In all honesty, it isn’t easy. I do feel sometimes like why did God call me, with my medical issues, my family’s medical problems and all my personal shortcomings to Japan? Surely there was someone better out there to do this! I get frustrated. I have culture shock moments. I miss having an oven, and a warm house, and a dryer and Walmart, and inexpensive produce year round. Even more than that, I miss my family. I even have moments of self-pity. I sometimes forget the big picture and start thinking about me instead of focusing on the big God who can do big things with small people. I guess you could say I am really learning that “his grace is sufficient for me and that his power is made perfect in my weakness.” I am so not the perfect missionary!
But there are also times when I look around me amazed that God would allow me to live here and to do this. I have no greater joy than sharing the love of Jesus and what’s more I’ve got people sacrificing their money so that I get to do that! I’ve had moments where I have looked around me and felt moved with compassion for the people of Japan. My heart breaks when I am reminded of the hundreds of people here that are so hopeless that they commit suicide. It drives me to do more to reach them. Besides that, I’ve got hundreds of people praying for me. I can’t tell you how humbling and how powerful it is to get an e-mail from someone saying they are praying for me.

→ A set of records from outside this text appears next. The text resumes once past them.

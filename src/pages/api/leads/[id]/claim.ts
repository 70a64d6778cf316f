import { endpoint, json } from '../../../../lib/http';
import { requirePermission } from '../../../../lib/guards';
import { claimLead } from '../../../../lib/leads/claim';

export const prerender = false;

/** POST /api/leads/{id}/claim: first claim wins; the others get 409 saying who was first and when. */
export const POST = endpoint(async ({ locals, params }) => {
  const user = requirePermission(locals, 'lead', 'claim');
  return json({ lead: await claimLead(user, params.id) });
});
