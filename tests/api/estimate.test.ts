import fc from 'fast-check';
import { describe, expect, it } from 'vitest';
import { validSubmission } from '../support/fixtures';
import { appFetch } from '../support/stack';

function postEstimate(body: unknown, contentType = 'application/json'): Promise<Response> {
  return appFetch('/api/estimate', {
    method: 'POST',
    headers: { 'content-type': contentType },
    body: typeof body === 'string' ? body : JSON.stringify(body),
  });
}

describe('POST /api/estimate', () => {
  it('answers the engine’s estimate for a valid plant', async () => {
    const response = await postEstimate(validSubmission().estimate);
    expect(response.status).toBe(200);
    const body = (await response.json()) as { engineVersion: string; result: { runs: { id: string; current: { heatLossWPerM: number } }[] } };
    expect(body.result.runs.map((r) => r.id)).toEqual(['steam-1', 'hw-1']);
    for (const run of body.result.runs) expect(run.current.heatLossWPerM).toBeGreaterThan(0);
  });

  it.each([
    ['not JSON', '{', '(body)'],
    ['no runs', { energy: { price: 1 }, runs: [] }, 'runs'],
    ['no fuel price', { energy: { fuel: 'natural-gas' }, runs: validSubmission().estimate.runs }, 'energy.price'],
    ['an unknown pipe size', { ...validSubmission().estimate, runs: [{ ...validSubmission().estimate.runs[0]!, pipe: { standard: 'ASME-B36.10M', size: '7-3/8' } }] }, 'runs.0.pipe.size'],
    ['3 m of insulation', { ...validSubmission().estimate, runs: [{ ...validSubmission().estimate.runs[0]!, current: { state: 'insulated', material: 'mineral-wool', thicknessM: 3 } }] }, 'runs.0.current.thicknessM'],
  ])('refuses %s with 400 and the field', async (_name, body, path) => {
    const response = await postEstimate(body);
    expect(response.status).toBe(400);
    const answer = (await response.json()) as { error: { issues: { path: string; message: string }[] } };
    expect(answer.error.issues.map((i) => i.path)).toContain(path);
    for (const issue of answer.error.issues) expect(issue.message).toMatch(/[A-Za-z].* .*/);
  });

  it('refuses a proposed material too cold-rated for its line on the material, with the rating and the line in its params', async () => {
    const plant = validSubmission().estimate;
    const glycol = { ...plant.runs[0]!, id: 'glycol-1', service: 'glycol' as const, steamGaugePressureKPa: undefined, fluidTemperatureC: -45, proposed: { material: 'flexible-elastomeric' as const } };
    const response = await postEstimate({ ...plant, runs: [glycol] });
    expect(response.status).toBe(400);
    const answer = (await response.json()) as { error: { issues: { path: string; params?: Record<string, unknown> }[] } };
    const issue = answer.error.issues.find((i) => i.path === 'runs.0.proposed.material');
    expect(issue?.params).toEqual({ quantity: 'temperature', limit: 'min', limitSI: -40, givenSI: -45, exclusive: false, unitSI: '°C', subject: 'flexible-elastomeric' });
  });

  it('refuses a body that is not declared as JSON with 415', async () => {
    const response = await postEstimate(JSON.stringify(validSubmission().estimate), 'text/plain');
    expect(response.status).toBe(415);
  });

  it('never answers 500, whatever JSON arrives', async () => {
    const base = validSubmission().estimate;
    const mutated = fc.record({
      path: fc.constantFrom(
        'energy.price',
        'operatingHoursPerYear',
        'runs.0.lengthM',
        'runs.0.steamGaugePressureKPa',
        'runs.1.fluidTemperatureC',
        'runs.0.pipe.size',
        'runs.0.service',
        'conditions.indoorAirTemperatureC',
        'runs',
        'market',
        'areas',
        'runs.0.areaId',
        'runs.0.finish',
        'runs.0.fittings',
        'runs.0.measurements',
        'runs.0.measurements.surfaceTemperatureC',
        'runs.1.proposed.option',
        'runs.1.proposed.price',
      ),
      value: fc.oneof(fc.double(), fc.integer(), fc.string(), fc.boolean(), fc.constant(null), fc.array(fc.integer(), { maxLength: 3 }), fc.object({ maxDepth: 1 })),
    });
    await fc.assert(
      fc.asyncProperty(mutated, async ({ path, value }) => {
        const body = structuredClone(base) as Record<string, unknown>;
        const keys = path.split('.');
        let target = body as Record<string, unknown>;
        for (const key of keys.slice(0, -1)) target = (target[key] ??= {}) as Record<string, unknown>;
        target[keys.at(-1)!] = value;
        const response = await postEstimate(body);
        await response.arrayBuffer();
        return response.status < 500;
      }),
      { numRuns: 90, seed: 20261201 },
    );
  });
});

describe('GET /api/openapi.json', () => {
  it('describes the endpoints with the request schemas the server parses with', async () => {
    const response = await appFetch('/api/openapi.json');
    expect(response.status).toBe(200);
    const doc = (await response.json()) as { openapi: string; paths: Record<string, unknown>; components: { schemas: Record<string, { properties?: Record<string, unknown> }> } };
    expect(doc.openapi).toBe('3.1.0');
    expect(Object.keys(doc.paths)).toEqual(expect.arrayContaining(['/api/estimate', '/api/assessments', '/api/health']));
    expect(Object.keys(doc.components.schemas.PlantInput!.properties!)).toEqual(expect.arrayContaining(['energy', 'runs', 'operatingHoursPerYear', 'areas', 'market']));
    const runProperties = Object.keys((doc.components.schemas.PlantInput!.properties!.runs as { items: { properties: Record<string, unknown> } }).items.properties);
    expect(runProperties).toEqual(expect.arrayContaining(['areaId', 'finish', 'fittings', 'measurements', 'proposed']));
    expect(JSON.stringify(doc.paths['/api/estimate'])).toContain('"detail"');
    expect(Object.keys(doc.components.schemas.CreateAssessment!.properties!)).toEqual(expect.arrayContaining(['contact', 'consent', 'plant', 'estimate']));
  });
});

So I’m learning to live with this heart condition. I still make some doctor trips and ER trips as I figure out what is normal for me, but they are happening less frequently now. I am learning to live with my limitations and adapt to my new situation. I remember at one point after my appendectomy praying that all of this medical drama would be over. God said it was not over (in fact it was just before all the heart stuff started) and he lead me to 2 Corinthians chapter 4…
“ But we have this treasure in jars of clay to show that this all-surpassing power is from God and not from us. 8 We are hard pressed on every side, but not crushed; perplexed, but not in despair; 9 persecuted, but not abandoned; struck down, but not destroyed. 10 We always carry around in our body the death of Jesus, so that the life of Jesus may also be revealed in our body. 11 For we who are alive are always being given over to death for Jesus’ sake, so that his life may also be revealed in our mortal body. 12 So then, death is at work in us, but life is at work in you… 16 Therefore we do not lose heart. Though outwardly we are wasting away, yet inwardly we are being renewed day by day. 17 For our light and momentary troubles are achieving for us an eternal glory that far outweighs them all. 18 So we fix our eyes not on what is seen, but on what is unseen, since what is seen is temporary, but what is unseen is eternal.” 2 Cor. 4: 7-12, 16-18.
And that is what I’m trying to do, to fix my eyes on what is unseen. I’m not always successful. I’m not a super saint. There are others who have sacrificed more, have great trials, greater faith and greater victories. In the end it doesn’t matter where you live, what you have or how healthy you are. What matters is that you are where God wants you to be, doing what he wants you to do. When you are in that place you find peace.